▶ Task
Take the entries that follow and return exactly the lines from the one holding "import numpy as np" through the one holding "longitude, latitude : array_like", both included. Nothing else is needed.

Supplied material Block Start

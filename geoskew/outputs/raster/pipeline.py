"""Several blocks, and later several files, at a time: each worker computes, encodes and stores.

A block is one task: whoever takes it computes its values, if they are not there yet, and stores all its
layers, beginning with another layer than its neighbours so that they seldom wait for each other. While one
worker computes another one compresses. Blocks in flight are as many as workers, and so is the memory.
"""

from __future__ import annotations

from collections.abc import Callable, Iterable, Mapping, Sequence
from concurrent.futures import FIRST_COMPLETED, Future, ThreadPoolExecutor, wait
from pathlib import Path
from typing import TYPE_CHECKING, Any

from numpy.typing import NDArray

from geoskew.outputs.raster import storage as _storage
from geoskew.outputs.raster.finish import finish
from geoskew.outputs.raster.scratch import Scratch

if TYPE_CHECKING:
    from geoskew.region import Window

Values = Mapping[str, NDArray[Any]]
Given = Values | Callable[[], Values]


def fill(
    blocks: Iterable[tuple[Window, Given]],
    scratches: Sequence[Scratch],
    *,
    workers: int,
    report: Callable[[int], None],
) -> None:
    """Store every block of every layer; `report` takes the number of cells that are done."""

    def store(number: int, window: Window, given: Given) -> int:
        values = given() if callable(given) else given
        for place in range(len(scratches)):
            scratch = scratches[(number + place) % len(scratches)]
            encoded = _storage.encode(values[scratch.layer.name], scratch.layer, scratch.storage)
            scratch.write(window, encoded)
        return window.height * window.width

    # A step that shares few factors with the number of layers keeps neighbours apart.
    apart = max(1, len(scratches) // max(2, workers))
    tasks = (
        lambda number=number, window=window, given=given: store(number * apart, window, given)
        for number, (window, given) in enumerate(blocks)
    )
    _run(tasks, workers=workers, done=report)


def finish_all(
    scratches: Sequence[Scratch],
    parts: Sequence[Path],
    *,
    compress: str,
    workers: int,
    failing: Callable[[int], None],
    report: Callable[[int], None],
) -> None:
    """Make the final files, as many at a time as there are workers; `failing` hears whose turn went wrong."""
    # A lone file is compressed by all workers, several by one each.
    threads = max(1, workers // max(1, len(scratches)))

    def make(index: int) -> int:
        try:
            finish(scratches[index], parts[index], compress=compress, threads=threads)
        except BaseException:
            failing(index)
            raise
        return 1

    tasks = (lambda index=index: make(index) for index in range(len(scratches)))
    _run(tasks, workers=workers, done=report)


def _run(tasks: Iterable[Callable[[], int]], *, workers: int, done: Callable[[int], None]) -> None:
    """Run tasks, as many at a time as there are workers; the next is fetched when one has ended.

    The first failure stops the rest: what runs is waited for, what waits is dropped.
    """
    total = 0
    running: set[Future[int]] = set()
    with ThreadPoolExecutor(max_workers=workers) as pool:
        try:
            for task in tasks:
                if len(running) == workers:
                    ended, running = wait(running, return_when=FIRST_COMPLETED)
                    total += sum(future.result() for future in ended)
                    done(total)
                running.add(pool.submit(task))
            while running:
                ended, running = wait(running, return_when=FIRST_COMPLETED)
                total += sum(future.result() for future in ended)
                done(total)
        finally:
            for future in running:
                future.cancel()
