"""Rasters of EIRP: opened and judged once, then read window by window."""

from __future__ import annotations

from dataclasses import dataclass
from functools import lru_cache
from pathlib import Path
from typing import Any, Final

import numpy as np
from numpy.typing import ArrayLike, NDArray

from geoskew.coverage.files import transformer
from geoskew.coverage.rasters import bilinear, cell_position
from geoskew.errors import InputError, Problem

Array = NDArray[np.float64]

# EIRP that a satellite can have towards a place, dBW; anything else is another quantity or unit.
PLAUSIBLE_DBW: Final = (-30.0, 75.0)
# A raster up to this many cells is kept in memory; of a larger one only the window asked for is read.
KEPT_CELLS: Final = 25_000_000
# Cells along each side of the thinned-out look at the values.
_LOOK_CELLS: Final = 512


@dataclass(frozen=True)
class RasterField:
    """EIRP from a raster file; evaluate it with `eirp`. Holds the file's name, not its cells; picklable."""

    path: Path
    crs: str
    inverse: tuple[float, ...]
    shape: tuple[int, int]
    stamp: tuple[int, int]

    def eirp(self, longitude: ArrayLike, latitude: ArrayLike) -> Array:
        """EIRP at places by bilinear interpolation.

        Parameters
        ----------
        longitude, latitude : array_like
            Degrees, WGS 84, broadcastable.

        Returns
        -------
        ndarray
            dBW, the broadcast shape; NaN outside of the raster and beside cells without a value.
        """
        x, y = np.broadcast_arrays(
            np.asarray(longitude, dtype=np.float64), np.asarray(latitude, dtype=np.float64)
        )
        turn = transformer("EPSG:4326", self.crs)
        if turn is not None:
            x, y = turn.transform(x, y)
            x, y = (np.where(np.isfinite(axis), axis, np.nan) for axis in (np.asarray(x), np.asarray(y)))
        column, row = self._position(x, y)
        return self._sample(column, row)

    def _position(self, x: Array, y: Array) -> tuple[Array, Array]:
        """Fractional cells; a raster in degrees is met at whichever turn of the longitude it lies."""
        column, row = cell_position(x, y, inverse=self.inverse)
        if abs(self.inverse[0]) > 0.0 and _is_geographic(self.crs):
            turn = 360.0 * abs(self.inverse[0])
            column = np.mod(column + 0.5, turn) - 0.5
        return column, row

    def _sample(self, column: Array, row: Array) -> Array:
        rows, columns = self.shape
        if rows * columns <= KEPT_CELLS:
            return bilinear(_cells(self.path, self.stamp, None), column, row)
        with np.errstate(invalid="ignore"):
            met = (column >= -0.5) & (column <= columns - 0.5) & (row >= -0.5) & (row <= rows - 0.5)
        if not np.any(met):
            return np.full(column.shape, np.nan)
        west = max(int(np.floor(column[met].min())), 0)
        north = max(int(np.floor(row[met].min())), 0)
        east = min(int(np.floor(column[met].max())) + 2, columns)
        south = min(int(np.floor(row[met].max())) + 2, rows)
        part = _cells(self.path, self.stamp, (north, south, west, east))
        values = bilinear(part, np.where(met, column - west, np.nan), np.where(met, row - north, np.nan))
        return np.where(met, values, np.nan)


def raster_field(path: Path) -> RasterField:
    """Open a raster of EIRP.

    Parameters
    ----------
    path : Path
        A raster file of one band in dBW, in any coordinate reference system.

    Raises
    ------
    InputError
        For a file that cannot be read, has several bands, no reference system, no value at all, or
        values that cannot be dBW.
    """
    import rasterio
    from rasterio.errors import RasterioError, RasterioIOError

    try:
        with rasterio.open(path) as source:
            if source.count != 1:
                text = f"has {source.count} bands; give a raster with one band of EIRP in dBW"
                raise InputError(Problem(text, file=path))
            if source.crs is None:
                raise InputError(
                    Problem("has no coordinate reference system; store the raster with one", file=path)
                )
            shape = tuple(min(size, _LOOK_CELLS) for size in source.shape)
            look = _values(source, source.read(1, out_shape=shape, masked=True))
            inverse = tuple(float(number) for number in (~source.transform)[:6])
            field = RasterField(path, source.crs.to_wkt(), inverse, source.shape, _stamp(path))
    except (RasterioIOError, RasterioError) as error:
        raise InputError(Problem(f"cannot be read as a raster: {error}", file=path)) from error
    _refuse_implausible(path, look)
    return field


def _refuse_implausible(path: Path, values: Array) -> None:
    present = values[np.isfinite(values)]
    if present.size == 0:
        raise InputError(Problem("has no value in any cell; give a raster of EIRP in dBW", file=path))
    low, high = PLAUSIBLE_DBW
    if present.min() < low or present.max() > high:
        raise InputError(
            Problem(
                f"holds values from {present.min():g} to {present.max():g}, which cannot be EIRP in dBW"
                f" ({low:g} to {high:g}); give dBW and state the nodata value",
                file=path,
            )
        )


def _stamp(path: Path) -> tuple[int, int]:
    state = path.stat()
    return state.st_mtime_ns, state.st_size


@lru_cache(maxsize=8)
def _is_geographic(crs: str) -> bool:
    import pyproj

    return bool(pyproj.CRS(crs).is_geographic)


@lru_cache(maxsize=4)
def _cells(path: Path, stamp: tuple[int, int], window: tuple[int, int, int, int] | None) -> Array:
    """Cells of a raster, or of the window (north, south, west, east) in cells; NaN without a value."""
    import rasterio
    from rasterio.errors import RasterioError
    from rasterio.windows import Window

    try:
        with rasterio.open(path) as source:
            part = None
            if window is not None:
                north, south, west, east = window
                part = Window(west, north, east - west, south - north)
            return _values(source, source.read(1, window=part, masked=True))
    except RasterioError as error:
        raise InputError(Problem(f"cannot be read as a raster: {error}", file=path)) from error


def _values(source: Any, band: Any) -> Array:
    """Turn a masked band into dBW: scale and offset applied, NaN without a value."""
    numbers = np.asarray(band.astype(np.float64).filled(np.nan), dtype=np.float64)
    return np.asarray(numbers * source.scales[0] + source.offsets[0])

Supplied material Block End

▶ Your response
import numpy as np
from numpy.typing import ArrayLike, NDArray

from geoskew.coverage.files import transformer
from geoskew.coverage.rasters import bilinear, cell_position
from geoskew.errors import InputError, Problem

Array = NDArray[np.float64]

# EIRP that a satellite can have towards a place, dBW; anything else is another quantity or unit.
PLAUSIBLE_DBW: Final = (-30.0, 75.0)
# A raster up to this many cells is kept in memory; of a larger one only the window asked for is read.
KEPT_CELLS: Final = 25_000_000
# Cells along each side of the thinned-out look at the values.
_LOOK_CELLS: Final = 512


@dataclass(frozen=True)
class RasterField:
    """EIRP from a raster file; evaluate it with `eirp`. Holds the file's name, not its cells; picklable."""

    path: Path
    crs: str
    inverse: tuple[float, ...]
    shape: tuple[int, int]
    stamp: tuple[int, int]

    def eirp(self, longitude: ArrayLike, latitude: ArrayLike) -> Array:
        """EIRP at places by bilinear interpolation.

        Parameters
        ----------
        longitude, latitude : array_like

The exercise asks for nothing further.